## Problem to solve
Where the records below reach the line containing "double biot = h * radius / k;", start transcribing, and end with the line containing "faces.put(Side.XMAX, outer);", exactly and with nothing else added.

Saved data entries
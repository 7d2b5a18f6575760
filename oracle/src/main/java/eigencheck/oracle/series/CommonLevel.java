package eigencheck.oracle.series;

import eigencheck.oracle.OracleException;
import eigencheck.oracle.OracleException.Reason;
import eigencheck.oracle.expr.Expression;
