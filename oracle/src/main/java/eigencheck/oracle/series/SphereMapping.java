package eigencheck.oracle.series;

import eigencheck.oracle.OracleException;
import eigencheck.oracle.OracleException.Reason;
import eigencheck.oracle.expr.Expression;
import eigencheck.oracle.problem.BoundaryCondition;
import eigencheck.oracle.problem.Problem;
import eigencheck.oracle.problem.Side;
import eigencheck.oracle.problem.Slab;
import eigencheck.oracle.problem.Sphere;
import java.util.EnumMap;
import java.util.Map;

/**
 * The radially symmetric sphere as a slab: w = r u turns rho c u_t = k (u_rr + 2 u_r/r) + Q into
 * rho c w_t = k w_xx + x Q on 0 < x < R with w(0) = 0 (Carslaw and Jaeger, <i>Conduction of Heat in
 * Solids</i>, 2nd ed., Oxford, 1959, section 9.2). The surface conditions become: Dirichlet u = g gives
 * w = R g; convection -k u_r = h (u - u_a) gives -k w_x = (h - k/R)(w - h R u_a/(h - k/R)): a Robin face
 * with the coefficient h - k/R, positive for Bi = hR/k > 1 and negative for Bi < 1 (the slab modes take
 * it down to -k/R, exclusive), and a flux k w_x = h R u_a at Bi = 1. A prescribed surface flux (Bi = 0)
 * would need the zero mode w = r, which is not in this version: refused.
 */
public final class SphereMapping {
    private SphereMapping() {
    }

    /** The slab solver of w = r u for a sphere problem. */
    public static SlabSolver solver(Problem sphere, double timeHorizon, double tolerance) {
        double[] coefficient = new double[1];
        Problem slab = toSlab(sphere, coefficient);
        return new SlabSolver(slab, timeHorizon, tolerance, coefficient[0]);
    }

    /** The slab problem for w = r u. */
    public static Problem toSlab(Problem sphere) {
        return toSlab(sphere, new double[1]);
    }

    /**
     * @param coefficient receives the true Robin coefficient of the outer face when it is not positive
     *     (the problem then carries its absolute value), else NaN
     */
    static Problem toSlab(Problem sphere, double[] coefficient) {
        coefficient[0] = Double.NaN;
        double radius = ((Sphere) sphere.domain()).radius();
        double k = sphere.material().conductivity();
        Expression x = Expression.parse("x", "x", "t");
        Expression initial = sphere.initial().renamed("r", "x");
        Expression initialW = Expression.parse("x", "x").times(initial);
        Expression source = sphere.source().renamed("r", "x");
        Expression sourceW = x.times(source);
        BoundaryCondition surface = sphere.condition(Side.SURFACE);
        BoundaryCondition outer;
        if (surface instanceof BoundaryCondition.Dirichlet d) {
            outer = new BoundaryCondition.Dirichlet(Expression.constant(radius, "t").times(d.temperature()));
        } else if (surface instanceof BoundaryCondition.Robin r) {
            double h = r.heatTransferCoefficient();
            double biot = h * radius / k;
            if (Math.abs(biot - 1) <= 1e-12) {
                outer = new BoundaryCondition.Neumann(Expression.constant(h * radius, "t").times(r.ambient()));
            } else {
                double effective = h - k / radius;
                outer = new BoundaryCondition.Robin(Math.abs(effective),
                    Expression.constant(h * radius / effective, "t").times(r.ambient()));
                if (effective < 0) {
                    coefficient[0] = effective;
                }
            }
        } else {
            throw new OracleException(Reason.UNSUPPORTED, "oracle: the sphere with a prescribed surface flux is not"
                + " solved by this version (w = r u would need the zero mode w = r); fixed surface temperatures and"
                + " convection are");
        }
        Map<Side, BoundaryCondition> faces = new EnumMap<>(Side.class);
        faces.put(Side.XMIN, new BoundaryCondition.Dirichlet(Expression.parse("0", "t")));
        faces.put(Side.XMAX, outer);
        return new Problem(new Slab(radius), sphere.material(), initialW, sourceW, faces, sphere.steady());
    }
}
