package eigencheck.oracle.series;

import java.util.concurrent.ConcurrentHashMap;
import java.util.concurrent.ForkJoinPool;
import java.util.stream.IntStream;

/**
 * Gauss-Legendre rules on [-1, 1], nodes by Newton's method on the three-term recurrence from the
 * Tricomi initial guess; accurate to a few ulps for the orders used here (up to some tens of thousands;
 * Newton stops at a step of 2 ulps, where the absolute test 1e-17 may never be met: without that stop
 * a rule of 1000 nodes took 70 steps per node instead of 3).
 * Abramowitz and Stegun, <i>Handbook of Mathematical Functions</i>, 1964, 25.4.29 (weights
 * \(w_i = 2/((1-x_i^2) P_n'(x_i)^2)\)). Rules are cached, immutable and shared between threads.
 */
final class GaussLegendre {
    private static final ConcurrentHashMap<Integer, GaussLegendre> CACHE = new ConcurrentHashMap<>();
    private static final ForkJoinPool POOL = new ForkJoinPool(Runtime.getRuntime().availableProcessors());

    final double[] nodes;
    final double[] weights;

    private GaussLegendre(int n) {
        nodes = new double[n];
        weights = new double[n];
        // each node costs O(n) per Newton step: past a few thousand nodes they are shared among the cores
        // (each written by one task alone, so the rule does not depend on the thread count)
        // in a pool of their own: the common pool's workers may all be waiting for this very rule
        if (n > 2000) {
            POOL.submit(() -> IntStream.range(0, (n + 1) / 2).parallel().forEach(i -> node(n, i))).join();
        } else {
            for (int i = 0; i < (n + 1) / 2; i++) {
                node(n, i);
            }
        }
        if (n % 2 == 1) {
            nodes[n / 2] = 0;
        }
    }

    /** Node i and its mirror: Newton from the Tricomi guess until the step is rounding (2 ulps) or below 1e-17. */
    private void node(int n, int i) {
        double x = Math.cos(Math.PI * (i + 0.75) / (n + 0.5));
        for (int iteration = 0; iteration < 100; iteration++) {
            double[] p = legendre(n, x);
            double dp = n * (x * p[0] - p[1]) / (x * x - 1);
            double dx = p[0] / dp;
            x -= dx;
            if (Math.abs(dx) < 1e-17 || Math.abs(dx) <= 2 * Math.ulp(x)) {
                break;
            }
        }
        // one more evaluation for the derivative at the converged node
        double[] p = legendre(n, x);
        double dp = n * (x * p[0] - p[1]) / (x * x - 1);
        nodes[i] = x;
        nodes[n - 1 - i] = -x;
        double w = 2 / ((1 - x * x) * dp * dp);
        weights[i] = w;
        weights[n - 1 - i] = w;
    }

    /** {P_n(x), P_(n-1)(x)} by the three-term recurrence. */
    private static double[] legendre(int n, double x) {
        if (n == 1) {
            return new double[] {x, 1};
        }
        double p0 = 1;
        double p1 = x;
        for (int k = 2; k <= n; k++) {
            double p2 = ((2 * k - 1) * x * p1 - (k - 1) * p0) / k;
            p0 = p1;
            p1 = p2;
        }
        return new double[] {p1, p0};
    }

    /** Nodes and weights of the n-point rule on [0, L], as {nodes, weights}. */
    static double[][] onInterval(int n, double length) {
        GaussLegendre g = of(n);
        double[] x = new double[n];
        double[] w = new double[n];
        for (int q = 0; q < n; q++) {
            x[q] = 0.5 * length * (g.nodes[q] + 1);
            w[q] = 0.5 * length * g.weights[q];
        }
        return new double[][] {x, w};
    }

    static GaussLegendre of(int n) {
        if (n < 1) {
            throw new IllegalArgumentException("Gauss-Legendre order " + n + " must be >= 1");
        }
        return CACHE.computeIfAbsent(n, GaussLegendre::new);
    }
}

## Answer to this exercise
            double biot = h * radius / k;
            if (Math.abs(biot - 1) <= 1e-12) {
                outer = new BoundaryCondition.Neumann(Expression.constant(h * radius, "t").times(r.ambient()));
            } else {
                double effective = h - k / radius;
                outer = new BoundaryCondition.Robin(Math.abs(effective),
                    Expression.constant(h * radius / effective, "t").times(r.ambient()));
                if (effective < 0) {
                    coefficient[0] = effective;
                }
            }
        } else {
            throw new OracleException(Reason.UNSUPPORTED, "oracle: the sphere with a prescribed surface flux is not"
                + " solved by this version (w = r u would need the zero mode w = r); fixed surface temperatures and"
                + " convection are");
        }
        Map<Side, BoundaryCondition> faces = new EnumMap<>(Side.class);
        faces.put(Side.XMIN, new BoundaryCondition.Dirichlet(Expression.parse("0", "t")));
        faces.put(Side.XMAX, outer);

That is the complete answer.